§ TASK TO COMPLETE
Reproduce this listing from its first line through the line with "of the same", inclusive, leaving out all that follows.

---

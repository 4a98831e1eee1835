//! The Newton-rate probe: does the returned tangent make Newton's method converge
//! quadratically, as the derivative of the stress update must?
//!
//! At each probed increment the path's own call fixes a reference: the strain increment Δε
//! and the stress σ it reached. The probe then solves a mixed-control version of the same
//! increment ([`mixed::solve`] with the routine's tangent): the first component (routine
//! order) keeps its strain increment, every other component starts from a zero strain
//! increment (from −Δε₁/2 when zero is the reference increment itself, as on a path that
//! moves only the first component) and is driven by Newton's method until its stress is the
//! reference stress. The
//! stress update is a function of the increment, so Newton is looking for Δε itself, and the
//! iteration is Newton's method on the routine's own map with the routine's Jacobian. Holding
//! the reached stresses rather than zero works on any path, mixed or strain controlled, and
//! makes every column of the tangent but the first take part.
//!
//! From the residual norms r_k (controlled stresses minus targets) the observed orders
//! p_k = ln(r_{k+1}/r_k) / ln(r_k/r_{k−1}) are reported: they tend to 2 with the exact
//! Jacobian and stay near 1 with an approximate one, such as a continuum tangent after yield
//! (a standard result of Newton's method). Residuals at the rounding floor,
//! r ≤ 1e-13 · max(1, ‖σ‖∞, max|C_ij| ‖ε + Δε‖∞), are left out; the solve itself stops at
//! 1e-12 · max(1, ‖σ‖∞) within at most max(100, the path's `mixed.max_iterations`)
//! iterations.
//!
//! The order of an increment is its last observed order, from its three smallest usable
//! residuals: the asymptotic rate; or, when the solve went on below the rounding floor and
//! the step there shows a higher order, that one (rounding can only lower it). Earlier orders come from iterates far from the solution
//! (often on the other side of the elastic–plastic kink) and scatter widely, above 2 as well
//! as below, with either tangent; they are listed in the details but not judged.
//!
//! Verdict: FAIL when Newton with the routine's tangent does not converge at some probed
//! increment (or the routine fails during it), or when an increment with at least three
//! usable residuals has an order below `tol` (default 1.5); a single order (three usable
//! residuals, the first the start's) between 1.2 and 1.5 is pre-asymptotic and not judged
//! ([`IncrementSolve::judged_order`]). An increment that converges in
//! one iteration has a linear response and no order to measure. Value: the lowest order over
//! the measured increments. A point with a single component has nothing to solve for and is
//! skipped.

use super::Needs;
use super::{faulted, walk, Probe, ProbeEnv, ProbeResult, ProbeStatus};
use crate::driver::Driver;
use crate::error::CoreError;
use crate::mixed::{self, MixedSettings, SolveLog};
use crate::routine::{Caller, Fault};

pub struct NewtonRate;

/// Default lowest acceptable order.
pub const DEFAULT_MIN_ORDER: f64 = 1.5;
/// A single order from the start residual below this reads as linear convergence and is
/// judged; above it (and below the lowest acceptable order) it is left unjudged: see
/// [`IncrementSolve::judged_order`]. Why 1.2: a constant contraction gives 1.0 from any three
/// residuals, and a contraction that shrinks tenfold after a first step by 1e-4 already reads
/// 1.25.
pub const FROM_START_LINEAR: f64 = 1.2;
/// Residuals at most this times the scale of the stress are at the rounding floor.
pub const FLOOR: f64 = 1e-13;
/// The probe's solves stop at this residual relative to max(1, ‖σ‖∞).
pub const STRESS_TOL: f64 = 1e-12;

/// The Newton solve of one increment.
#[derive(Clone, Debug, PartialEq)]
pub struct IncrementSolve {
    pub increment: usize,
    /// The path's call changed the state variables (an inelastic step).
    pub state_changed: bool,
    /// The solve's log; `converged` is false when the routine's tangent did not converge (or
    /// a call failed), whatever a numerical fallback then did.
    pub log: SolveLog,
    /// The routine failed during the solve.
    pub failure: Option<String>,
    /// That failure was a status the routine returned for an iterate of the solve (it refused
    /// the iterate as too large or outside its law, as it would refuse a solver's, which cuts
    /// back): the increment is not judged.
    pub refused: bool,
    /// The routine's tangent at the path's call is singular in the components solved for (a
    /// corner or apex of the yield surface where the stress cannot change along them): a
    /// solve that does not converge there is not judged.
    pub singular: bool,
    /// Residuals above the rounding floor.
    pub usable: Vec<f64>,
    /// Observed orders from the usable residuals.
    pub orders: Vec<f64>,
    /// The order of the last step, to the first residual below the rounding floor (when the
    /// solve went below it and the usable residuals give an order): rounding can only make
    /// that residual larger, so this order is never higher than the true one.
    pub tail_order: Option<f64>,
    /// From the start of the increment Newton with the routine's tangent did not converge
    /// (these are the residuals of that solve, its numerical fallback's when it fell back),
    /// and the solve above started near the solution instead (see [`NEAR`]).
    pub diverged_from_start: Option<Vec<f64>>,
    /// From the start of the increment Newton with the routine's tangent converged faster than
    /// linearly but below the lowest acceptable order (these are its residuals), and the solve
    /// above, started near the solution instead (see [`NEAR`]), shows that order: the first
    /// steps were pre-asymptotic (a correct ply tangent read 1.43 from [9.65, 3.88, 1.24e-2,
    /// 3.42e-6, 8.32e-14], its first step across the damage onset; a user-style sweep).
    pub slow_from_start: Option<Vec<f64>>,
    /// The solve converged to the path's stresses at another solution than the path's (other
    /// state variables or strains, in words): a softening law reaches the same stresses on its
    /// unloading branch. The increment is not judged (a secant tangent passed so, the solve
    /// ending elastic at the path's damaging increment; a user-style sweep).
    pub elsewhere: Option<String>,
}

/// Where a second solve starts when the first diverged: this fraction of the way from the
/// first start to the solution. Newton's order is a local property; far from the solution a
/// correct tangent can overshoot (a softening branch), which says nothing about the tangent.
pub const NEAR: f64 = 0.9;

impl IncrementSolve {
    /// Newton iterations made (calls after the first).
    pub fn iterations(&self) -> usize {
        self.log.residuals.len().saturating_sub(1)
    }
    /// The order of the increment: the last observed one (the asymptotic rate), when there
    /// is one, or the order of the step below the rounding floor when that is higher (the
    /// residuals of an exact tangent can settle late: [9.7e-1, 9.7e-2, 4.2e-2, 2.6e-4,
    /// 3.1e-7, 3.0e-14] has the last usable order 1.33 and the final one 2.39).
    pub fn order(&self) -> Option<f64> {
        let last = self.orders.last().copied()?;
        Some(self.tail_order.map_or(last, |t| last.max(t)))
    }
    /// The order the verdict judges: [`IncrementSolve::order`], except a single order made
    /// with the start residual that does not read as linear (at least [`FROM_START_LINEAR`]):
    /// the first step from the far start is pre-asymptotic and lowers it (a creep routine's
    /// exact tangent gave [2.4e1, 1.8e-3, 3.2e-9, 6.4e-14], order 1.39 from those three, and
    /// failed; a user-style sweep). A wrong tangent's contraction stays about the same from step
    /// to step, which reads as order 1 from any three residuals.
    pub fn judged_order(&self) -> Option<f64> {
        let p = self.order()?;
        (self.orders.len() > 1 || !(FROM_START_LINEAR..DEFAULT_MIN_ORDER).contains(&p)).then_some(p)
    }
    /// Fill `usable`, `orders` and `tail_order` from the log (`scale`: the stress scale of
    /// the rounding floor). After a numerical fallback the residuals are not the routine
    /// tangent's, and none is used.
    fn read_orders(&mut self, scale: f64) {
        let log = &self.log;
        self.usable = if log.numerical_fallback {
            Vec::new()
        } else {
            log.residuals.iter().cloned().filter(|&r| r > FLOOR * scale).collect()
        };
        self.orders =
            SolveLog { residuals: self.usable.clone(), converged: true, numerical_fallback: false }.orders();
        self.tail_order = if log.numerical_fallback {
            None
        } else {
            tail_order(&log.residuals, FLOOR * scale, TAIL_LOWEST * scale)
        };
    }
    /// Converged with the routine's own tangent.
    pub fn converged(&self) -> bool {
        self.failure.is_none() && self.log.converged && !self.log.numerical_fallback
    }
    /// Left out of the judgement: the routine refused an iterate, its tangent is singular where
    /// the solve did not converge, or the solve reached another solution than the path's.
    pub fn unjudged(&self) -> bool {
        self.refused || (self.singular && !self.converged()) || self.elsewhere.is_some()
    }
}

/// Solve every probed increment of the path as described in the module documentation.
/// Errors are faults of the path's own calls, with the increment.
pub fn study(
    caller: &mut Caller<'_>,
    env: &ProbeEnv<'_>,
) -> Result<Vec<IncrementSolve>, (usize, crate::routine::Fault)> {
    let n = caller.info().convention.ncomp();
    let controlled: Vec<usize> = (1..n).collect();
    let settings =
        MixedSettings { stress_tol: STRESS_TOL, max_iterations: env.settings.mixed.max_iterations.max(100) };
    let mut out = Vec::new();
    walk(caller, env, |k, d, c| {
        if !env.spec.runs_at(k) {
            return Ok(());
        }
        let targets: Vec<f64> = controlled.iter().map(|&i| d.base.stress[i]).collect();
        let state_changed =
            d.base.state.iter().zip(&d.start().state).any(|(a, b)| a.to_bits() != b.to_bits());
        let sig = d.base.stress.iter().fold(1.0f64, |a, s| a.max(s.abs()));
        let cmax = d.base.tangent.iter().fold(0.0f64, |a, x| a.max(x.abs()));
        let emax = (0..n).fold(0.0f64, |a, i| a.max((d.start().strain[i] + d.dstrain()[i]).abs()));
        let scale = sig.max(cmax * emax);
        let singular =
            singular_block(&d.base.tangent, n, &controlled) && derivative_singular(d, c, &controlled, env);
        let mut t = d.clone();
        let mut de = d.dstrain().to_vec();
        // From zero, unless zero is the reference increment itself (a path that moves only
        // the first component): then from −Δε₁/2, so that there is something to solve.
        let start = if controlled.iter().all(|&i| de[i] == 0.0) { -0.5 * de[0] } else { 0.0 };
        for &i in &controlled {
            de[i] = start;
        }
        let fresh = t.clone();
        t.set_dstrain(&de);
        let (mut log, mut failure, refused) =
            match mixed::solve_with(&mut t, c, &controlled, &targets, &settings, true, false) {
                Ok(log) => (log, None, false),
                Err(f) => (
                    SolveLog { residuals: Vec::new(), converged: false, numerical_fallback: false },
                    Some(f.to_string()),
                    matches!(f, Fault::Status { .. }),
                ),
            };
        // Where the solve converged with the routine's tangent: the same solution as the
        // path's, or another one (found with the driver of the solve that gave the log).
        let done = |log: &SolveLog| log.converged && !log.numerical_fallback;
        let mut elsewhere =
            if failure.is_none() && done(&log) { another_solution(d, &t, &controlled) } else { None };
        let mut diverged_from_start = None;
        if failure.is_none() && log.numerical_fallback {
            // Again from near the solution (the path's own increment).
            let mut t = fresh.clone();
            let mut near = de.clone();
            for &i in &controlled {
                near[i] = NEAR * d.dstrain()[i] + (1.0 - NEAR) * start;
            }
            t.set_dstrain(&near);
            if let Ok(l) = mixed::solve_with(&mut t, c, &controlled, &targets, &settings, true, false) {
                elsewhere = if done(&l) { another_solution(d, &t, &controlled) } else { None };
                diverged_from_start = Some(std::mem::take(&mut log.residuals));
                (log, failure) = (l, None);
            }
        }
        let mut solve = IncrementSolve {
            increment: k,
            state_changed,
            log,
            failure,
            refused,
            singular,
            usable: Vec::new(),
            orders: Vec::new(),
            tail_order: None,
            diverged_from_start,
            slow_from_start: None,
            elsewhere,
        };
        solve.read_orders(scale);
        // Faster than linear but slower than the lowest acceptable order, from the start: the
        // first steps may cross a kink (a damage onset) or start far away, so that the orders
        // read are pre-asymptotic. Again from near the solution; a correct tangent shows its
        // order there, a wrong one converges linearly there too and the first solve stands.
        let min_order = env.spec.tol.unwrap_or(DEFAULT_MIN_ORDER);
        let slow = solve.converged()
            && solve.elsewhere.is_none()
            && solve.judged_order().is_some_and(|p| (FROM_START_LINEAR..min_order).contains(&p));
        if slow {
            let mut t = fresh;
            let mut near = de.clone();
            for &i in &controlled {
                near[i] = NEAR * d.dstrain()[i] + (1.0 - NEAR) * start;
            }
            t.set_dstrain(&near);
            if let Ok(l) = mixed::solve_with(&mut t, c, &controlled, &targets, &settings, true, false) {
                if done(&l) && another_solution(d, &t, &controlled).is_none() {
                    let mut again = solve.clone();
                    again.log = l;
                    again.read_orders(scale);
                    if again.judged_order().is_some_and(|p| p >= min_order) {
                        again.slow_from_start = Some(solve.log.residuals.clone());
                        solve = again;
                    }
                }
            }
        }
        out.push(solve);
        Ok(())
    })?;
    Ok(out)
}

---

§ OUTPUT OF THE TASK
repository 4a98831e1eee1835
//! The Newton-rate probe: does the returned tangent make Newton's method converge
//! quadratically, as the derivative of the stress update must?
//!
//! At each probed increment the path's own call fixes a reference: the strain increment Δε
//! and the stress σ it reached. The probe then solves a mixed-control version of the same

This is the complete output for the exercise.